Work request: One number alone answers this: the count of lines below in which the word "core" is found.

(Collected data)

_ _ _ _

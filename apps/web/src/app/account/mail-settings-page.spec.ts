import { provideHttpClient, withInterceptors } from '@angular/common/http';
import { HttpTestingController, provideHttpClientTesting } from '@angular/common/http/testing';
import { provideZonelessChangeDetection } from '@angular/core';
import { type ComponentFixture, TestBed } from '@angular/core/testing';
import { MATERIAL_ANIMATIONS } from '@angular/material/core';
import { provideRouter } from '@angular/router';
import { MAIL_KIND_LABELS } from '@keelson/contracts';
import { afterEach, beforeEach, describe, expect, it } from 'vitest';
import { apiInterceptor } from '../auth/api-interceptor';
import { Session } from '../auth/session';
import { userWithRole } from '../testing/user-fixtures';
import { MailSettingsPage } from './mail-settings-page';

function words(node: Element | null): string {
  return (node?.textContent ?? '').replace(/\s+/g, ' ').trim();
}

describe('MailSettingsPage', () => {
  let fixture: ComponentFixture<MailSettingsPage>;
  let backend: HttpTestingController;
  let root: HTMLElement;

  async function settle(): Promise<void> {
    await fixture.whenStable();
    fixture.detectChanges();
  }

  function toggle(kind: string): HTMLButtonElement {
    return root.querySelector<HTMLButtonElement>(`mat-slide-toggle[data-kind="${kind}"] button`)!;
  }

  function button(label: string): HTMLButtonElement {
    return [...root.querySelectorAll<HTMLButtonElement>('button')].find(
      (candidate) => words(candidate) === label,
    )!;
  }

  function snackBar(): string {
    return words(document.querySelector('mat-snack-bar-container'));
  }

  beforeEach(async () => {
    TestBed.configureTestingModule({
      imports: [MailSettingsPage],
      providers: [
        provideZonelessChangeDetection(),
        provideRouter([]),
        provideHttpClient(withInterceptors([apiInterceptor])),
        provideHttpClientTesting(),
        { provide: MATERIAL_ANIMATIONS, useValue: { animationsDisabled: true } },
      ],
    });
    backend = TestBed.inject(HttpTestingController);
    TestBed.inject(Session).signIn(userWithRole('plant_manager'));
    fixture = TestBed.createComponent(MailSettingsPage);
    root = fixture.nativeElement as HTMLElement;
    await settle();
  });

  afterEach(() => backend.verify());

  it('shows loading, then one switch per kind with its label, on unless switched off',
    async () => {
      expect(root.querySelector('mat-progress-bar')).not.toBeNull();
      expect(root.querySelector('mat-slide-toggle')).toBeNull();
      backend.expectOne('/api/me/mail-preferences').flush({ unsubscribed: ['digest'] });
      await settle();
      expect(root.querySelector('mat-progress-bar')).toBeNull();
      const labels = [...root.querySelectorAll('mat-slide-toggle label')].map(words);
      expect(labels).toEqual([
        MAIL_KIND_LABELS.plan_submitted,
        MAIL_KIND_LABELS.plan_decided,
        MAIL_KIND_LABELS.task_assigned,
        MAIL_KIND_LABELS.digest,
        MAIL_KIND_LABELS.rescoring,
      ]);
      expect(toggle('plan_submitted').getAttribute('aria-checked')).toBe('true');
      expect(toggle('digest').getAttribute('aria-checked')).toBe('false');
      expect(words(root.querySelector('.mail-settings__intro')))
        .toContain('sends you at plant.north@demo.test.');
      expect(button('Save').disabled).toBe(true);
    });

  it('saves the kinds switched off and confirms with a snackbar', async () => {
    backend.expectOne('/api/me/mail-preferences').flush({ unsubscribed: ['digest'] });
    await settle();
    toggle('task_assigned').click();
    toggle('digest').click();
    await settle();
    expect(button('Save').disabled).toBe(false);
    button('Save').click();
    await settle();
    const put = backend.expectOne('/api/me/mail-preferences');
    expect(put.request.method).toBe('PUT');
    expect(put.request.body).toEqual({ unsubscribed: ['task_assigned'] });
    expect(put.request.headers.get('x-keelson-csrf')).toBe('1');
    expect(button('Saving…').disabled).toBe(true);
    put.flush({ unsubscribed: ['task_assigned'] });
    await settle();
    expect(snackBar()).toContain('E-mail settings saved.');
    expect(toggle('task_assigned').getAttribute('aria-checked')).toBe('false');
    expect(toggle('digest').getAttribute('aria-checked')).toBe('true');
    expect(button('Save').disabled).toBe(true);
  });

  it('undoes unsaved changes', async () => {
    backend.expectOne('/api/me/mail-preferences').flush({ unsubscribed: [] });
    await settle();
    toggle('plan_decided').click();
    await settle();
    expect(toggle('plan_decided').getAttribute('aria-checked')).toBe('false');
    button('Undo changes').click();
    await settle();
    expect(toggle('plan_decided').getAttribute('aria-checked')).toBe('true');
    expect(button('Save').disabled).toBe(true);
  });

  it('shows the server\'s refusal and keeps the choice on screen', async () => {
    backend.expectOne('/api/me/mail-preferences').flush({ unsubscribed: [] });
    await settle();
    toggle('plan_submitted').click();
    await settle();
    button('Save').click();
    await settle();
    backend.expectOne('/api/me/mail-preferences').flush(
      { error: { code: 'invalid_request',
        message: 'The request is not valid: body.unsubscribed.0: Invalid option' } },
      { status: 400, statusText: 'Bad Request' },
    );
    await settle();
    expect(words(root.querySelector('[role="alert"] span')))
      .toBe('Not saved: The request is not valid: body.unsubscribed.0: Invalid option');
    expect(snackBar()).toContain('Not saved');
    expect(toggle('plan_submitted').getAttribute('aria-checked')).toBe('false');
    expect(button('Save').disabled).toBe(false);
  });

  it('says when the settings cannot be loaded, and tries again', async () => {
    backend.expectOne('/api/me/mail-preferences').flush(
      { error: { code: 'internal', message: 'The database is busy.' } },
      { status: 500, statusText: 'Server Error' },
    );
    await settle();
    expect(words(root.querySelector('[role="alert"]')))
      .toContain('Your e-mail settings could not be loaded: The database is busy.');
    expect(root.querySelector('mat-slide-toggle')).toBeNull();
    button('Try again').click();
    await settle();
    backend.expectOne('/api/me/mail-preferences').flush({ unsubscribed: [] });
    await settle();
    expect(root.querySelector('[role="alert"]')).toBeNull();
    expect(root.querySelectorAll('mat-slide-toggle')).toHaveLength(5);
  });
});
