/**
 * One benchmark size, run inside its own child process by run.ts: generate the seeded network,
 * run the full analysis, read the peak RSS, then the two comparisons (one-at-a-time propagation
 * on a sample, graphology-metrics' betweenness where it finishes in reasonable time).
 */
import Graph from 'graphology';
import betweennessCentrality from 'graphology-metrics/centrality/betweenness';
import {
  analyse,
  betweenness,
  buildSupplyGraph,
  impactOf,
  type ClosenessMethod,
  type SupplyGraph,
} from '@keelson/supply-graph';
import { generateTieredNetwork } from '@keelson/supply-graph/testing';

/** What one size reports. */
export interface SizeResult {
  suppliers: number;
  nodes: number;
  edges: number;
  generateSeconds: number;
  /** Wall-clock seconds of `analyse()`: graph, tiers, all single removals, every measure. */
  analysisSeconds: number;
  /** CPU seconds of the same call (less sensitive to other load on the machine). */
  analysisCpuSeconds: number;
  stageSeconds: Record<string, number>;
  /** Peak RSS of the child process right after the analysis, in MB. */
  peakRssMb: number;
  /** How closeness was computed at this size (exact, or sampled with its precision). */
  closenessMethod: ClosenessMethod;
  oneAtATime: {
    /** Suppliers timed one at a time with impactOf (plain propagation), evenly spread. */
    sample: number;
    secondsPerSupplier: number;
    /** secondsPerSupplier x suppliers: an extrapolation, not a full run. */
    extrapolatedSeconds: number;
    /** extrapolatedSeconds / the bit-parallel stage's seconds. */
    speedUp: number;
  };
  graphology: {
    /** graphology-metrics all-pairs betweenness on the same directed graph; null when skipped. */
    seconds: number | null;
    /** Our all-pairs betweenness on the same graph (like for like). */
    ourAllPairsSeconds: number | null;
    /** graphology seconds / our subset betweenness stage seconds. */
    speedUpOfSubset: number | null;
    note: string;
  };
}

// graphology's all-pairs Brandes costs about nodes x edges steps; beyond this it runs for hours.
const GRAPHOLOGY_LIMIT = 5e8;

/** Measures one size (seed 20240601, 1% supplier cycles, 1% unsourced plant parts). */
export function measureSize(suppliers: number, sample: number): SizeResult {
  let started = performance.now();
  const model = generateTieredNetwork({
    seed: 20240601,
    suppliers,
    cycles: Math.round(suppliers / 100),
    unsourcedShare: 0.01,
  });
  const generateSeconds = (performance.now() - started) / 1000;
  global.gc?.();
  started = performance.now();
  const cpu = process.cpuUsage();
  const result = analyse(model);
  const analysisCpuSeconds = process.cpuUsage(cpu).user / 1e6;
  const analysisSeconds = (performance.now() - started) / 1000;
  const peakRssMb = process.resourceUsage().maxRSS / 1024;
  const stageSeconds = Object.fromEntries(
    Object.entries(result.timings).map(([stage, ms]) => [stage, ms / 1000]),
  );

  const graph = buildSupplyGraph(model);
  const oneAtATime = timeOneAtATime(graph, sample, stageSeconds['single removals']!);
  const graphology = timeGraphology(graph, stageSeconds['betweenness']!);
  return {
    suppliers,
    nodes: result.totals.nodes,
    edges: result.totals.edges,
    generateSeconds,
    analysisSeconds,
    closenessMethod: result.methods.closeness,
    analysisCpuSeconds,
    stageSeconds,
    peakRssMb,
    oneAtATime,
    graphology,
  };
}

function timeOneAtATime(graph: SupplyGraph, sample: number, bitParallelSeconds: number) {
  const count = Math.min(sample, graph.supplierCodes.length);
  const step = graph.supplierCodes.length / count;
  const started = performance.now();
  for (let i = 0; i < count; i++) impactOf(graph, [graph.supplierCodes[Math.floor(i * step)]!]);
  const secondsPerSupplier = (performance.now() - started) / 1000 / count;
  const extrapolatedSeconds = secondsPerSupplier * graph.supplierCodes.length;
  const speedUp = extrapolatedSeconds / bitParallelSeconds;
  return { sample: count, secondsPerSupplier, extrapolatedSeconds, speedUp };
}

function timeGraphology(graph: SupplyGraph, subsetSeconds: number): SizeResult['graphology'] {
  if (graph.n * graph.edgeCount > GRAPHOLOGY_LIMIT) {
    return {
      seconds: null,
      ourAllPairsSeconds: null,
      speedUpOfSubset: null,
      note:
        `skipped: nodes x edges = ${(graph.n * graph.edgeCount).toExponential(1)} > ` +
        GRAPHOLOGY_LIMIT.toExponential(0),
    };
  }
  const copy = new Graph({ type: 'directed' });
  for (const node of graph.nodes) copy.addNode(node.id);
  for (let u = 0; u < graph.n; u++) {
    for (let e = graph.offsets[u]!; e < graph.offsets[u + 1]!; e++) {
      copy.addEdge(graph.nodes[u]!.id, graph.nodes[graph.targets[e]!]!.id);
    }
  }
  let started = performance.now();
  betweennessCentrality(copy, { normalized: false });
  const seconds = (performance.now() - started) / 1000;
  started = performance.now();
  betweenness(graph, { normalized: false });
  const ourAllPairsSeconds = (performance.now() - started) / 1000;
  return {
    seconds,
    ourAllPairsSeconds,
    speedUpOfSubset: seconds / subsetSeconds,
    note: 'all-pairs Brandes (graphology) vs the subset betweenness the analysis computes',
  };
}
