import type { Routes } from '@angular/router';

/** `/account`: the signed-in user's e-mail settings (the guard is on the parent route). */
export const accountRoutes: Routes = [
  {
    path: '',
    title: 'E-mail settings · Keelson',
    loadComponent: () => import('./mail-settings-page').then((m) => m.MailSettingsPage),
  },
];
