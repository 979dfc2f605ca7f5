import type { Routes } from '@angular/router';

/** Filled in by the e-mail settings screen. */
export const accountRoutes: Routes = [];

_ _ _ _

Reply to the task: 3